By Ryan Martyn and Jennifer Givens
Despite the lowest unemployment in half a century, the American worker is struggling financially. In particular, hourly workers continue to feel the brunt of high inflation.
The struggle to pay bills is real. Last year, 12 million Americans resorted to payday loans to make ends meet, despite the fact that only 14% of payday loan borrowers can actually pay back their loans that include exorbitant fees.
For those living on the edge of economic solvency, financial uncertainty can cause tremendous stress and constant trepidation every time the phone rings or an envelope shows up in the mailbox. This stress impacts not just the employee, but the employer as well. When an employee is stressed, research shows they come to work less and are less productive. In fact, 1 in 5 quit their jobs because of stress, thus driving up recruiting costs for the company.
Life is stressful enough. Helping to alleviate an employee’s financial stress can be a win-win for all. Even with high profile layoffs at many companies including tech, entertainment, and finance, many organizations are still struggling to attract and retain talent, putting pressure on leadership to discover new alternatives to become an “Employer of Choice.” As leaders evaluate an organization’s Total Rewards package, all elements are important to ensure a well-rounded offering. However, compensation tends to be one, if not, the most important component as take-home pay impacts an employee’s day-to-day lifestyle.
While additional compensation is a great way to attract and retain employees, there is a key element that employers may overlook. It’s often the timing of the pay that makes the greatest impact.
And with 3 in 5 of U.S. consumers living paycheck to paycheck according to recent studies, being able to create solutions to put earned wages in employee’s hands quicker could be a prime way for organizations to stand out and attract and retain talent,
Having access to your earned pay through a daily pay solution can have a profound effect on the ability to pay bills on time. The power of choice and control over one’s pay can play a significant role in helping workers avoid the vicious cycle of debt.

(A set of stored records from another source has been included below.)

/**
 * Allocation-free gamma-gamma fade margin −10·log10(I_T/⟨I⟩) with P(I < I_T) = p; for
 * 250 < min(α, β) < 500 blended smoothly into the log-normal margin that applies above 500.
 *
 * @param alpha α > 0
 * @param beta β > 0
 * @param probability p in (0, 1)
 * @returns fade margin [dB] below the mean irradiance; positive for the small p of link design
 * @see Al-Habash, Andrews & Phillips (2001); METHODS.md §6.9.
 */
export function fadeMarginGammaGammaDb(alpha: number, beta: number, probability: number): number {
  const smallerShape = Math.min(alpha, beta);
  let margin: number;
  if (smallerShape > GAMMA_GAMMA_LOGNORMAL_BLEND_START && smallerShape < GAMMA_GAMMA_LOGNORMAL_SHAPE_LIMIT) {
    // Between the two shapes the margins of the two laws are blended by a quintic smoothstep in
    // ln min(α, β): no step where the law changes (and a continuous slope and curvature).
    const t = Math.log(smallerShape / GAMMA_GAMMA_LOGNORMAL_BLEND_START) / Math.log(GAMMA_GAMMA_LOGNORMAL_SHAPE_LIMIT / GAMMA_GAMMA_LOGNORMAL_BLEND_START);
    const weight = t * t * t * (10 + t * (6 * t - 15));
    const lognormal = fadeMarginLognormalDb(1 / alpha + 1 / beta + 1 / (alpha * beta), probability);
    margin = (1 - weight) * -10 * Math.log10(gammaGammaQuantile(alpha, beta, probability)) + weight * lognormal;
  } else {
    margin = -10 * Math.log10(gammaGammaQuantile(alpha, beta, probability));
  }
  return margin === 0 ? 0 : margin; // no −0 for a non-fluctuating beam
}

/**
 * Allocation-free log-normal fade margin: with σ² = ln(1 + σ_I²) and ⟨I⟩ = 1,
 * ln I_T = −σ²/2 + σ·Φ⁻¹(p) and F = −4.3429·ln I_T.
 *
 * @param scintillationIndex σ_I² ≥ 0 (dimensionless)
 * @param probability p in (0, 1)
 * @returns fade margin [dB] below the mean; 0 when σ_I² = 0
 * @see Andrews & Phillips (2005), ch. 11–12 (log-normal irradiance) [from memory].
 */
export function fadeMarginLognormalDb(scintillationIndex: number, probability: number): number {
  if (scintillationIndex === 0) return 0;
  const logVariance = Math.log1p(scintillationIndex);
  const logThreshold = -logVariance / 2 + Math.sqrt(logVariance) * standardNormalQuantile(probability);
  return -DB_PER_NATURAL_LOG_POWER * logThreshold;
}
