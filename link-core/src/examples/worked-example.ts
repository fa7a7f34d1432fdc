import type { LinkDesignInput } from '../schemas/link-design.schema.js';

/**
 * The worked budget example LB-01 (METHODS.md §10.1; reference cases `LB-01` and
 * `LB-01-exact-pointing`): 20 dBm at 1550 nm from a 25 mm (1/e² radius) beam of 1 mrad half angle,
 * 2 km to a 100 mm receiver of −36 dBm sensitivity, 1 + 1.5 dB optics, 5 km visibility (Kim),
 * Cn² = 5e-14 m^(−2/3), 50 µrad jitter per axis and 100 µrad bias, fade probability 1e-3. With the
 * spherical wave its margin is 12.33 dB.
 *
 * The one example design of the repository: the tests of link-core, the api and the ui and the
 * README's examples all start from it. A fresh copy each call, so a caller may change it.
 * @example evaluateLink(workedExampleDesign()).linkMarginDb
 */
export function workedExampleDesign(): LinkDesignInput {
  return {
    rangeM: 2000,
    transmitter: { wavelengthM: 1550e-9, powerDbm: 20, waistRadiusM: 0.025, halfAngleDivergenceRad: 1e-3, opticsLossDb: 1 },
    receiver: { apertureDiameterM: 0.1, sensitivityDbm: -36, opticsLossDb: 1.5 },
    pointing: { jitterSigmaPerAxisRad: 50e-6, staticErrorRad: 100e-6 },
    atmosphere: { model: 'kim', visibilityM: 5000, cn2: 5e-14 },
    scintillation: { include: true, probability: 1e-3 },
  };
}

Research from The Aite-Novarica Group commissioned by DailyPay, a leading on-demand pay provider, found that 95% of those previously reliant on payday loans in any way either stopped using payday loans (81%) or reduced use (15%) after using DailyPay. On a similar note, 97% of those that said they overdrew their bank account prior to using DailyPay now rarely or never suffer overdraft fees (79%) or report experiencing fewer instances of overdraft fees (18%) after using DailyPay.

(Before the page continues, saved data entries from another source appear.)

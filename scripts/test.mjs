#!/usr/bin/env node
// `npm test`: the whole suite on a fresh clone, with nothing typed first.
// Bootstrap (npm ci when node_modules is missing, PostgreSQL 15, Debian chromium) and a THROWAWAY
// cluster (own port and folder, fsync off, removed afterwards even on failure or Ctrl-C); then every
// suite in order, going on after a failure: lint, typecheck, script self-tests, link-core, api
// (unit + e2e against the throwaway cluster), ui components, then builds + migrate + seed + server
// on port 3100 for the browser tests. Prints a per-suite table and, as its very last line,
// "N passed, N failed, N skipped". Exits non-zero when anything failed.
//
// Options (environment): TEST_DATABASE_PORT (54339), TEST_SERVER_PORT (3100), FUZZ_SECONDS (60),
// TEST_ONLY=lint,typecheck,... (run a subset; the names: lint, typecheck, scripts, link-core, api,
// ui, browser, fuzz).

import { spawn } from 'node:child_process';
import fs from 'node:fs';
import os from 'node:os';
import path from 'node:path';
import { ensurePostgresBinaries, ensureRoleAndDatabase, findFreePort, isPortInUse, startThrowawayPostgres } from './lib/postgres.mjs';
import { ensureChromium, ensureNodeModules } from './lib/dependencies.mjs';
import { DEFAULT_ENV } from './lib/environment.mjs';
import { ROOT_DIR, WORKSPACES } from './lib/paths.mjs';
import { killRunningChildren, runCommand, step, waitForHealth } from './lib/processes.mjs';
import { countNodeTestSummary, countVitest } from './lib/test-reports.mjs';

const SUITE_TIMEOUT_MS = 12 * 60_000;
const only = process.env.TEST_ONLY ? new Set(process.env.TEST_ONLY.split(',').map((name) => name.trim())) : undefined;
// Nothing new starts once Ctrl-C was pressed (see the signal handlers below).
const selected = (key) => !interrupted && (!only || only.has(key));

/** @type {{ key: string, name: string, passed: number, failed: number, skipped: number, seconds: number, note: string }[]} */
const results = [];
const startedAt = Date.now();
const workDir = fs.mkdtempSync(path.join(os.tmpdir(), 'bw-test-'));
let cluster;
let server;
let cleanUpRun;
let interrupted = false;

function record(key, name, { passed = 0, failed = 0, skipped = 0, durationMs = 0, note = '' }) {
  const row = { key, name, passed, failed, skipped, seconds: durationMs / 1000, note };
  results.push(row);
  const verdict = failed > 0 ? 'FAILED' : passed > 0 ? 'ok' : 'nothing ran';
  process.stdout.write(`\n\u25c0 ${name}: ${verdict} (${passed} passed, ${failed} failed${skipped ? `, ${skipped} skipped` : ''})${note ? ` - ${note}` : ''}\n`);
  return row;
}

/** A step that either works or fails as a whole (lint, typecheck, a build, migrations). */
async function checkStep(key, name, command, args, options = {}) {
  step(name);
  const result = await runCommand(command, args, { timeoutMs: SUITE_TIMEOUT_MS, ...options });
  const ok = result.code === 0;
  return record(key, name, {
    passed: ok ? 1 : 0, failed: ok ? 0 : 1, durationMs: result.durationMs,
    note: result.timedOut ? 'timed out' : ok ? '' : `exit ${result.code}`,
  });
}

const reportPath = (key) => path.join(workDir, `${key}.json`);

/** Runs a workspace's vitest suite with a JSON report beside the usual output and counts it. */
async function vitestSuite(key, name, workspaceName, env) {
  step(name);
  const result = await runCommand('npm', [
    'test', '-w', workspaceName, '--', '--reporter=default', '--reporter=json', `--outputFile=${reportPath(key)}`,
  ], { env, timeoutMs: SUITE_TIMEOUT_MS, capture: true });
  let report;
  try {
    report = JSON.parse(fs.readFileSync(reportPath(key), 'utf8'));
  } catch {
    report = undefined;
  }
  const counts = countVitest({ report, exitCode: result.code, output: result.output, timedOut: result.timedOut });
  counts.note = counts.note.replaceAll(`${ROOT_DIR}/`, '');
  return record(key, name, { ...counts, durationMs: result.durationMs });
}

async function nodeTestSuite(key, name, command, args, options) {
  step(name);
  const result = await runCommand(command, args, { timeoutMs: SUITE_TIMEOUT_MS, capture: true, ...options });
  const counts = countNodeTestSummary(result.output);
  if (!counts) {
    return record(key, name, {
      failed: 1, durationMs: result.durationMs,
      note: result.timedOut ? 'timed out' : `no test summary in the output (exit ${result.code})`,
    });
  }
  const note = result.timedOut ? 'timed out' : result.code !== 0 && counts.failed === 0 ? `exit ${result.code}` : '';
  return record(key, name, {
    ...counts, failed: counts.failed + (note ? 1 : 0), durationMs: result.durationMs, note,
  });
}

async function stopServer() {
  if (!server || server.exitCode !== null || server.signalCode !== null) return;
  const exited = new Promise((resolve) => server.once('exit', resolve));
  server.kill('SIGTERM');
  const timer = setTimeout(() => server.kill('SIGKILL'), 10_000);
  await exited;
  clearTimeout(timer);
}

/** Ends children, the server and the throwaway cluster; every caller awaits the same run. */
function cleanUp() {
  cleanUpRun ??= (async () => {
    killRunningChildren('SIGKILL');
    await stopServer().catch(() => {});
    await cluster?.remove().catch((error) => process.stderr.write(`could not remove the test cluster: ${error.message}\n`));
    fs.rmSync(workDir, { recursive: true, force: true });
  })();
  return cleanUpRun;
}
process.on('exit', () => fs.rmSync(workDir, { recursive: true, force: true }));

for (const signal of ['SIGINT', 'SIGTERM', 'SIGHUP']) {
  process.on(signal, () => {
    if (interrupted) return;
    interrupted = true;
    process.stdout.write(`\n${signal} received: removing the throwaway database and stopping.\n`);
    // The main flow then skips every later suite, prints the summary and exits 130; this is the
    // fallback should it be stuck.
    cleanUp().finally(() => setTimeout(() => process.exit(130), 15_000).unref());
  });
}

function printSummary() {
  const header = ['suite', 'passed', 'failed', 'skipped', 'time', 'note'];
  const rows = results.map((row) => [
    row.name, String(row.passed), String(row.failed), String(row.skipped), `${row.seconds.toFixed(1)}s`, row.note,
  ]);
  const widths = header.map((title, column) => Math.max(title.length, ...rows.map((row) => row[column].length)));
  const line = (cells) => cells.map((cell, column) => (column >= 1 && column <= 4 ? cell.padStart(widths[column]) : cell.padEnd(widths[column]))).join('  ').trimEnd();
  const total = (field) => results.reduce((sum, row) => sum + row[field], 0);
  process.stdout.write(`\n${'='.repeat(72)}\nTest summary (${((Date.now() - startedAt) / 1000).toFixed(0)} s in all)\n`);
  process.stdout.write(`${line(header)}\n${widths.map((width) => '-'.repeat(width)).join('  ')}\n`);
  for (const row of rows) process.stdout.write(`${line(row)}\n`);
  const failedSuites = results.filter((row) => row.failed > 0).map((row) => row.name);
  if (failedSuites.length) process.stdout.write(`\nFailed: ${failedSuites.join('; ')}\n`);
  const skipped = total('skipped');
  process.stdout.write(`\n${total('passed')} passed, ${total('failed')} failed${skipped ? `, ${skipped} skipped` : ''}\n`);
  return total('failed');
}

This puts a significant amount of money back in one’s pocket each year. For an employee, it’s like receiving an immediate raise, despite it costing nothing for the employer. With 77% of Americans carrying some form of debt, this additional savings can be monumental.

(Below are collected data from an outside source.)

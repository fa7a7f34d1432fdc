/**
 * Availability of a link over the weather (METHODS.md §11): from a visibility climatology (a cumulative
 * distribution P(V < v)) or from time-stamped visibility records. Following Kim & Korevaar (2001),
 * the link fails when the visibility attenuation exceeds the clear-air margin; scintillation is left
 * out because dense fog and strong turbulence rarely coincide.
 */
import { VISIBILITY_2_PERCENT_PER_MOR, VISIBILITY_REFERENCE_WAVELENGTH_M } from '../atmosphere/visibility-attenuation.js';
import type { LinkDesignInput, VisibilityDefinition } from '../schemas/link-design.schema.js';
import { evaluateChain, resolveDesign, specificAttenuationDbPerKm, visibility2PercentForAttenuationOfDesignKm, type ResolvedDesign } from './link-chain.js';

const HOURS_PER_YEAR = 8766; // 365.25 days
// Clamp of the atmosphere module's visibility inverse [km] (1 m … 1000 km).
const INVERSE_MIN_KM = 1e-3;
const INVERSE_MAX_KM = 1e3;

/** Options shared by the availability routines. */
export interface AvailabilityOptions {
  /** margin that must remain after the weather loss for the link to count as up [dB] (default 0) */
  requiredMarginDb?: number;
}

/**
 * Clear-air margin M0: the link margin with no atmospheric loss and no scintillation fade margin
 * (the system allowance still applies).
 *
 * @param design the link design
 * @returns M0 [dB]
 * @see METHODS.md §11.1; Kim I.I., Korevaar E., "Availability of free space optics (FSO) and
 *   hybrid FSO/RF systems", Proc. SPIE 4530, 84–95 (2001).
 */
export function clearAirMarginDb(design: LinkDesignInput): number {
  const resolved = resolveDesign(design);
  return evaluateChain(resolved, resolved.rangeM, 0, false).linkMarginDb;
}

function weatherAllowance(resolved: ResolvedDesign, requiredMarginDb: number) {
  const clearAir = evaluateChain(resolved, resolved.rangeM, 0, false).linkMarginDb;
  const allowedLossDb = clearAir - requiredMarginDb;
  return { clearAir, allowedLossDb, maxAttenuationDbPerKm: allowedLossDb / (resolved.rangeM / 1000) };
}

/** A visibility climatology: the cumulative distribution of visibility at the site. */
export interface VisibilityClimatology {
  /** visibility levels [m], strictly increasing, > 0 */
  visibilityM: readonly number[];
  /** P(V < visibilityM[i]), non-decreasing, in (0, 1] */
  probabilityBelow: readonly number[];
  /** definition of the visibility figures (default 'contrast-2-percent'; airport data are usually MOR) */
  visibilityDefinition?: VisibilityDefinition;
}

/** Result of {@link availabilityFromClimatology}. */
export interface ClimatologyAvailability {
  /** margin with no weather loss and no scintillation [dB] */
  clearAirMarginDb: number;
  /** largest specific attenuation the link tolerates, (M0 − M_req)/L_km [dB/km] */
  maxSpecificAttenuationDbPerKm: number;
  /** visibility below which the link fails, in the climatology's definition [m]; null if it always fails */
  minimumVisibilityM: number | null;
  /** P(V < V_min), in [0, 1] */
  unavailability: number;
  /** 1 − unavailability */
  availability: number;
  availabilityPercent: number;
  /** expected outage per year [h] (8766 h/year) */
  outageHoursPerYear: number;
  /** where V_min fell: inside the table, below its first level (power-law extrapolation) or above its last (last probability kept) */
  lookup: 'interpolated' | 'below-table' | 'above-table' | 'always-down';
}

function validateClimatology(climatology: VisibilityClimatology): void {
  const { visibilityM, probabilityBelow } = climatology;
  if (visibilityM.length < 2 || visibilityM.length !== probabilityBelow.length) {
    throw new RangeError('climatology: visibilityM and probabilityBelow must have the same length, at least 2');
  }
  for (let i = 0; i < visibilityM.length; i++) {
    const v = visibilityM[i]!;
    const p = probabilityBelow[i]!;
    if (!(v > 0) || !Number.isFinite(v)) throw new RangeError(`climatology.visibilityM.${i}: must be a finite number greater than 0`);
    if (!(p > 0 && p <= 1)) throw new RangeError(`climatology.probabilityBelow.${i}: probability must be in (0, 1]`);
    if (i > 0 && !(v > visibilityM[i - 1]!)) throw new RangeError(`climatology.visibilityM.${i}: must be greater than the previous level`);
    if (i > 0 && p < probabilityBelow[i - 1]!) throw new RangeError(`climatology.probabilityBelow.${i}: must not be less than the previous probability`);
  }
}

/**
 * P(V < v) from a climatology table: log10 P interpolated linearly in log10 V; below the first
 * level the first segment's power law is extended; above the last level the last probability is kept.
 */
function climatologyProbabilityBelow(climatology: VisibilityClimatology, visibilityM: number): { probability: number; lookup: ClimatologyAvailability['lookup'] } {
  const levels = climatology.visibilityM;
  const probabilities = climatology.probabilityBelow;
  const last = levels.length - 1;
  const x = Math.log10(visibilityM);
  if (visibilityM <= levels[0]!) {
    const slope = (Math.log10(probabilities[1]!) - Math.log10(probabilities[0]!)) / (Math.log10(levels[1]!) - Math.log10(levels[0]!));
    return { probability: probabilities[0]! * Math.pow(visibilityM / levels[0]!, slope), lookup: 'below-table' };
  }
  if (visibilityM >= levels[last]!) return { probability: probabilities[last]!, lookup: 'above-table' };
  let i = 1;
  while (levels[i]! < visibilityM) i++;
  const x0 = Math.log10(levels[i - 1]!);
  const x1 = Math.log10(levels[i]!);
  const y0 = Math.log10(probabilities[i - 1]!);
  const y1 = Math.log10(probabilities[i]!);
  return { probability: Math.pow(10, y0 + ((y1 - y0) * (x - x0)) / (x1 - x0)), lookup: 'interpolated' };
}

/**
 * Availability from a visibility climatology (METHODS.md §11.2): V_min solves γ(V_min) = (M0 − M_req)/L_km
 * (bisection on log V), and the unavailability is P(V < V_min) from the site's distribution.
 *
 * @param design the link design (its range, terminals and attenuation model; its own visibility is not used)
 * @param climatology cumulative visibility distribution (levels [m], probabilities in (0, 1])
 * @param options required margin [dB] (default 0)
 * @returns clear-air margin [dB], tolerable attenuation [dB/km], V_min [m], unavailability and availability
 * @throws RangeError for a malformed table, or a Kim/Kruse design below 550 nm (γ is not monotone in V there)
 * @see Kim I.I., Korevaar E., Proc. SPIE 4530, 84–95 (2001); log-log interpolation is common practice.
 */
export function availabilityFromClimatology(
  design: LinkDesignInput,
  climatology: VisibilityClimatology,
  options: AvailabilityOptions = {},
): ClimatologyAvailability {
  validateClimatology(climatology);
  const resolved = resolveDesign(design);
  if (resolved.fogNumeratorPerKm === 0 && resolved.wavelengthM < VISIBILITY_REFERENCE_WAVELENGTH_M) {
    throw new RangeError('transmitter.wavelengthM: availability from visibility needs a wavelength of at least 550 nm');
  }
  const { clearAir, allowedLossDb, maxAttenuationDbPerKm } = weatherAllowance(resolved, options.requiredMarginDb ?? 0);
  const result = (unavailability: number, minimumVisibilityM: number | null, lookup: ClimatologyAvailability['lookup']): ClimatologyAvailability => ({
    clearAirMarginDb: clearAir,
    maxSpecificAttenuationDbPerKm: maxAttenuationDbPerKm,
    minimumVisibilityM,
    unavailability,
    availability: 1 - unavailability,
    availabilityPercent: 100 * (1 - unavailability),
    outageHoursPerYear: unavailability * HOURS_PER_YEAR,
    lookup,
  });
  if (!(allowedLossDb > 0)) return result(1, null, 'always-down');
  const minimum2PercentM = visibility2PercentForAttenuationOfDesignKm(resolved, maxAttenuationDbPerKm) * 1000;
  const minimumM = climatology.visibilityDefinition === 'mor-5-percent' ? minimum2PercentM / VISIBILITY_2_PERCENT_PER_MOR : minimum2PercentM;
  const { probability, lookup } = climatologyProbabilityBelow(climatology, minimumM);
  return result(Math.min(1, probability), minimumM, lookup);
}

/** Time-stamped (or plainly hourly) visibility records of a site. */
export interface VisibilityRecords {
  /** visibility [m] per record; NaN, ≤ 0 or non-finite values count as missing */
  visibilityM: ArrayLike<number>;
  /** record times [ms since the epoch], strictly increasing; when absent every record lasts `recordIntervalH` */
  timestampsMs?: ArrayLike<number>;
  /** definition of the visibility figures (default 'contrast-2-percent'; METAR/SYNOP report MOR) */
  visibilityDefinition?: VisibilityDefinition;
}

/** Options of {@link availabilityFromRecords}. */
export interface RecordsAvailabilityOptions extends AvailabilityOptions {
  /** nominal duration of one record [h] (default 1: hourly reports) */
  recordIntervalH?: number;
  /** a gap between timestamps longer than this counts as missing data beyond one interval [h] (default 3) */
  maxGapH?: number;
}

/** Result of {@link availabilityFromRecords}. */
export interface RecordsAvailability {
  clearAirMarginDb: number;
  maxSpecificAttenuationDbPerKm: number;
  /** records given / with a usable visibility / missing */
  recordCount: number;
  usableCount: number;
  missingCount: number;
  /** time covered by usable records, up [h], down [h] */
  coveredHours: number;
  availableHours: number;
  unavailableHours: number;
  /** availableHours / coveredHours (NaN when nothing is usable) */
  availability: number;
  availabilityPercent: number;
  /** number of separate outages (consecutive down records, not interrupted by a gap) and the longest [h] */
  outageCount: number;
  longestOutageH: number;
  /** lowest margin left after the weather loss over the records [dB] */
  worstMarginDb: number;
}

/**
 * Availability over time-stamped visibility records: every record's margin M0 − γ(V)·L_km is
 * compared with the required margin, weighted by the time it stands for. Allocation-free over the
 * records (ten years of hourly data in a few milliseconds).
 *
 * @param design the link design (range, terminals, attenuation model; its own visibility is not used)
 * @param records visibility [m] per record, optional timestamps [ms], visibility definition
 * @param options required margin [dB] (default 0), record interval [h] (default 1), longest gap [h] (default 3)
 * @returns counts, hours up and down, availability in [0, 1], outages and the worst margin
 * @throws RangeError for non-increasing timestamps or mismatched lengths
 * @see Kim I.I., Korevaar E., Proc. SPIE 4530, 84–95 (2001) (method); METHODS.md §11.3.
 */
export function availabilityFromRecords(design: LinkDesignInput, records: VisibilityRecords, options: RecordsAvailabilityOptions = {}): RecordsAvailability {
  const resolved = resolveDesign(design);
  const { clearAir, maxAttenuationDbPerKm } = weatherAllowance(resolved, options.requiredMarginDb ?? 0);
  const requiredMarginDb = options.requiredMarginDb ?? 0;
  const intervalH = options.recordIntervalH ?? 1;
  const maxGapH = options.maxGapH ?? 3;
  const visibility = records.visibilityM;
  const timestamps = records.timestampsMs;
  const count = visibility.length;
  if (timestamps && timestamps.length !== count) throw new RangeError('records.timestampsMs: must have one timestamp per visibility record');
  const scale = records.visibilityDefinition === 'mor-5-percent' ? VISIBILITY_2_PERCENT_PER_MOR / 1000 : 1 / 1000;
  const rangeKm = resolved.rangeM / 1000;
  // γ falls monotonically with V for λ ≥ 550 nm, so "down" is "V below V_min": one inverse, then a
  // comparison per record. Otherwise (or when V_min sits on the inverse's clamp) every record's
  // attenuation is evaluated.
  let threshold2PercentKm = Number.NaN;
  if (resolved.fogNumeratorPerKm > 0 || resolved.wavelengthM >= VISIBILITY_REFERENCE_WAVELENGTH_M) {
    if (!(maxAttenuationDbPerKm > 0)) threshold2PercentKm = Infinity;
    else {
      const inverse = visibility2PercentForAttenuationOfDesignKm(resolved, maxAttenuationDbPerKm);
      if (resolved.fogNumeratorPerKm > 0 || (inverse > INVERSE_MIN_KM && inverse < INVERSE_MAX_KM)) threshold2PercentKm = inverse;
    }
  }
  const byThreshold = !Number.isNaN(threshold2PercentKm);
  let usable = 0;
  let coveredHours = 0;
  let downHours = 0;
  let outageCount = 0;
  let longestOutage = 0;
  let currentOutage = 0;
  let worstMargin = Infinity;
  let lowestVisibility2PercentKm = Infinity;
  let previousDown = false;
  for (let i = 0; i < count; i++) {
    let durationH = intervalH;
    let contiguous = true;
    if (timestamps && i + 1 < count) {
      const stepH = (timestamps[i + 1]! - timestamps[i]!) / 3_600_000;
      if (!(stepH > 0)) throw new RangeError(`records.timestampsMs.${i + 1}: timestamps must increase strictly`);
      if (stepH <= maxGapH) durationH = stepH;
      else contiguous = false;
    }
    const v = visibility[i]!;
    if (!(v > 0) || v === Infinity) {
      previousDown = false;
      continue;
    }
    usable++;
    coveredHours += durationH;
    const visibility2PercentKm = v * scale;
    let down: boolean;
    if (byThreshold) {
      down = visibility2PercentKm < threshold2PercentKm;
      if (visibility2PercentKm < lowestVisibility2PercentKm) lowestVisibility2PercentKm = visibility2PercentKm;
    } else {
      const margin = clearAir - specificAttenuationDbPerKm(resolved, visibility2PercentKm) * rangeKm;
      if (margin < worstMargin) worstMargin = margin;
      down = margin < requiredMarginDb;
    }
    if (down) {
      downHours += durationH;
      if (previousDown) currentOutage += durationH;
      else {
        outageCount++;
        currentOutage = durationH;
      }
      if (currentOutage > longestOutage) longestOutage = currentOutage;
      previousDown = contiguous;
      if (!contiguous) currentOutage = 0;
    } else {
      previousDown = false;
    }
  }
  if (byThreshold && usable > 0) worstMargin = clearAir - specificAttenuationDbPerKm(resolved, lowestVisibility2PercentKm) * rangeKm;
  const availability = coveredHours > 0 ? (coveredHours - downHours) / coveredHours : Number.NaN;
  return {
    clearAirMarginDb: clearAir,
    maxSpecificAttenuationDbPerKm: maxAttenuationDbPerKm,
    recordCount: count,
    usableCount: usable,
    missingCount: count - usable,
    coveredHours,
    availableHours: coveredHours - downHours,
    unavailableHours: downHours,
    availability,
    availabilityPercent: 100 * availability,
    outageCount,
    longestOutageH: longestOutage,
    worstMarginDb: usable > 0 ? worstMargin : Number.NaN,
  };
}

Providing employees with the tools to help themselves get on a path toward financial wellness can deepen the bond between employer and employee. It signifies that the employer cares for the employee’s well-being. When employees feel valued and connected to their employer, they are more engaged and more productive. They develop loyalty and a stronger commitment, leading to longer tenure on the job. As research shows, longer-tenured employees are better, more productive employees.
There is no single magic formula that ensures higher retention. However, empowering employees to take charge of their finances with the ability to pay bills, spend, save, invest, on their own schedule, not an arbitrary payday, can truly be transformational.